7th Cavalry
- Manufacturers: Attack Wargaming Association
- Designers: Dave Casciano
- Years active: 1976
- Genres: Wargame

= 7th Cavalry (wargame) =

Board wargame published in 1976

7th Cavalry is a board wargame published by Attack Wargaming Association (AWA) in 1976 that simulates the Battle of Little Big Horn. Published on the centenary of the battle, the game had two other rival games about the same battle introduced at the same games fair, and as a result, none of the games sold well. In addition, critics found this game's rules too simple, and not well written.

==Description==
7th Cavalry is a 2-player wargame in which one player controls the forces of George Custer, and the other player controls the forces under Sitting Bull and Crazy Horse. The gameplay has been described as "simple". Nine other historical battles and a number of "what if?" scenarios are also included.

==Publication history==
The Battle of Little Big Horn had already been simulated by the board game The Battle of the Little Big Horn published by Waddingtons in 1962. But 1976 marked the centennial of the battle, and three small game publishers brought new games about the battle to the Origins II Game Fair: Custer's Last Stand by Battleline; Little Big Horn: Custer's Last Stand, designed by Gary Gygax and published by TSR; and 7th Cavalry, a game designed by Dave Casciano and published by his company AWA.
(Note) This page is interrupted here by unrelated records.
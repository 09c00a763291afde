#include "sim/service_time.hpp"

#include <boost/random/exponential_distribution.hpp>
#include <boost/random/lognormal_distribution.hpp>
#include <boost/random/normal_distribution.hpp>
#include <boost/random/uniform_01.hpp>
#include <boost/random/uniform_int_distribution.hpp>
#include <cmath>
#include <cstdio>
#include <stdexcept>


namespace tocsin {
namespace {

template <class... F>
struct Overloaded : F... {
    using F::operator()...;
};
template <class... F>
Overloaded(F...) -> Overloaded<F...>;

std::string real(double v) {
    char buf[48];
    std::snprintf(buf, sizeof buf, "%.6g", v);
    return buf;
}

bool positive(double v) { return std::isfinite(v) && v > 0.0; }

}  // namespace

std::string service_time_problem(const ServiceTime& d) {
    return std::visit(
        Overloaded{
            [](const FixedMinutes& f) -> std::string {
                return positive(f.minutes) ? "" : "fixed: minutes must be > 0 (got " + real(f.minutes) + ")";
            },
            [](const ExponentialMinutes& e) -> std::string {
                return positive(e.mean_minutes)
                           ? ""
                           : "exponential: mean_minutes must be > 0 (got " + real(e.mean_minutes) + ")";
            },
            [](const GammaMinutes& g) -> std::string {
                if (!positive(g.mean_minutes))
                    return "gamma: mean_minutes must be > 0 (got " + real(g.mean_minutes) + ")";
                if (!positive(g.sd_minutes))
                    return "gamma: sd_minutes must be > 0 (got " + real(g.sd_minutes) +
                           "); for a constant time use the fixed distribution";
                return "";
            },
            [](const LognormalMinutes& l) -> std::string {
                if (!positive(l.median_minutes))
                    return "lognormal: median_minutes must be > 0 (got " + real(l.median_minutes) + ")";
                if (!std::isfinite(l.spread_factor) || l.spread_factor < 1.0)
                    return "lognormal: spread_factor is a ratio (84th percentile / median) and must be >= 1 (got " +
                           real(l.spread_factor) + ")";
                return "";
            },
            [](const EmpiricalMinutes& e) -> std::string {
                if (e.minutes.empty()) return "empirical: the list of minutes is empty; give at least one value";
                for (std::size_t i = 0; i < e.minutes.size(); ++i)
                    if (!std::isfinite(e.minutes[i]) || e.minutes[i] < 0.0)
                        return "empirical: value " + std::to_string(i + 1) + " must be >= 0 minutes (got " +
                               real(e.minutes[i]) + ")";
                return "";
            },
        },
        d);
}

void check_service_time(const ServiceTime& d) {
    if (std::string p = service_time_problem(d); !p.empty()) throw std::invalid_argument(p);
}

namespace {

// Gamma(shape, scale) by Marsaglia & Tsang (2000, ACM TOMS 26:363-372), built
// on Boost.Random's normal (ziggurat) and uniform draws. Boost's own gamma
// uses a tangent-based rejection that costs several times more per draw, and
// task minutes are drawn once per task on the hot path. Shape < 1 uses the
// authors' boost: Gamma(a) = Gamma(a + 1) * U^(1/a).
template <class Engine>
double marsaglia_tsang_gamma(double shape, double scale, Engine& stream) {
    boost::random::normal_distribution<double> normal;
    boost::random::uniform_01<double> uniform;
    double boost_factor = 1.0;
    if (shape < 1.0) {
        boost_factor = std::pow(uniform(stream), 1.0 / shape);
        shape += 1.0;
    }
    const double d = shape - 1.0 / 3.0, c = 1.0 / std::sqrt(9.0 * d);
    for (;;) {
        const double x = normal(stream);
        double v = 1.0 + c * x;
        if (v <= 0.0) continue;
        v = v * v * v;
        const double u = uniform(stream);
        const double x2 = x * x;
        if (u < 1.0 - 0.0331 * x2 * x2 || std::log(u) < 0.5 * x2 + d * (1.0 - v + std::log(v)))
            return d * v * scale * boost_factor;
    }
}

template <class Engine>
double draw_with(const ServiceTime& d, Engine& stream) {
    return std::visit(
        Overloaded{
            [](const FixedMinutes& f) { return f.minutes; },
            [&](const ExponentialMinutes& e) {
                return boost::random::exponential_distribution<double>(1.0 / e.mean_minutes)(stream);
            },
            [&](const GammaMinutes& g) {
                const double shape = (g.mean_minutes / g.sd_minutes) * (g.mean_minutes / g.sd_minutes);
                const double scale = g.sd_minutes * g.sd_minutes / g.mean_minutes;
                return marsaglia_tsang_gamma(shape, scale, stream);
            },
            [&](const LognormalMinutes& l) {
                // Boost's (m, s) are the mean and sd of log(minutes).
                return boost::random::lognormal_distribution<double>(std::log(l.median_minutes),
                                                                     std::log(l.spread_factor))(stream);
            },
            [&](const EmpiricalMinutes& e) {
                boost::random::uniform_int_distribution<std::size_t> pick(0, e.minutes.size() - 1);
                return e.minutes[pick(stream)];
            },
        },
        d);
}
}  // namespace

double draw_minutes(const ServiceTime& d, RandomEngine& stream) { return draw_with(d, stream); }
double draw_minutes(const ServiceTime& d, SplitMixEngine& stream) { return draw_with(d, stream); }

Seconds draw_seconds(const ServiceTime& d, RandomEngine& stream) {
    return static_cast<Seconds>(std::llround(draw_with(d, stream) * 60.0));
}
Seconds draw_seconds(const ServiceTime& d, SplitMixEngine& stream) {
    return static_cast<Seconds>(std::llround(draw_with(d, stream) * 60.0));
}

double mean_minutes(const ServiceTime& d) {
    return std::visit(Overloaded{
                          [](const FixedMinutes& f) { return f.minutes; },
                          [](const ExponentialMinutes& e) { return e.mean_minutes; },
                          [](const GammaMinutes& g) { return g.mean_minutes; },
                          [](const LognormalMinutes& l) {
                              const double s = std::log(l.spread_factor);
                              return l.median_minutes * std::exp(s * s / 2.0);
                          },
                          [](const EmpiricalMinutes& e) {
                              double sum = 0;
                              for (double m : e.minutes) sum += m;
                              return e.minutes.empty() ? 0.0 : sum / static_cast<double>(e.minutes.size());
                          },
                      },
                      d);
}

std::string describe(const ServiceTime& d) {
    return std::visit(
        Overloaded{
            [](const FixedMinutes& f) { return "fixed " + real(f.minutes) + " min"; },
            [](const ExponentialMinutes& e) { return "exponential (mean " + real(e.mean_minutes) + " min)"; },
            [](const GammaMinutes& g) {
                return "gamma (mean " + real(g.mean_minutes) + " min, sd " + real(g.sd_minutes) + " min)";
            },
            [](const LognormalMinutes& l) {
                return "lognormal (median " + real(l.median_minutes) + " min, spread x" + real(l.spread_factor) +
                       ")";
            },
            [](const EmpiricalMinutes& e) {
                return "empirical (" + std::to_string(e.minutes.size()) + " values, mean " +
                       real(mean_minutes(ServiceTime{e})) + " min)";
            },
        },
        d);
}

}  // namespace tocsin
AWA's game did not sell well; neither did the other two competing games introduced at Origins. As Gary Gygax, designer of one of the competing games, recalled, "Of course, all three companies suffered sales-wise, as interested gamers were divided."

==Reception==
In Issue 28 of Moves (August/September 1976), game designer Richard Berg compared the three competing games released at the 1976 Origins Game Fair, and called 7th Cavalry "the worst of the lot [...] their counters are flimsy and juvenile, and the rules are not much better." Berg concluded "The aim here is simplicity, and the result is simplistic."

In his 1977 book The Comprehensive Guide to Board Wargaming, Nick Palmer thought the game had a "good map, but [the games is] very simple." Palmer suggested instead, Custer's Last Stand by Battleline.

In The Guide to Simulations/Games for Education and Training, Martin Campion commented that "The game looks interesting, but the rules are rather sketchy." Campion liked one of the "what if?" scenarios that changed the number of Custer's opponents "so Custer will once more be tempted to charge against great odds. This is particularly suggestive, but the instructions for making it work are incomplete."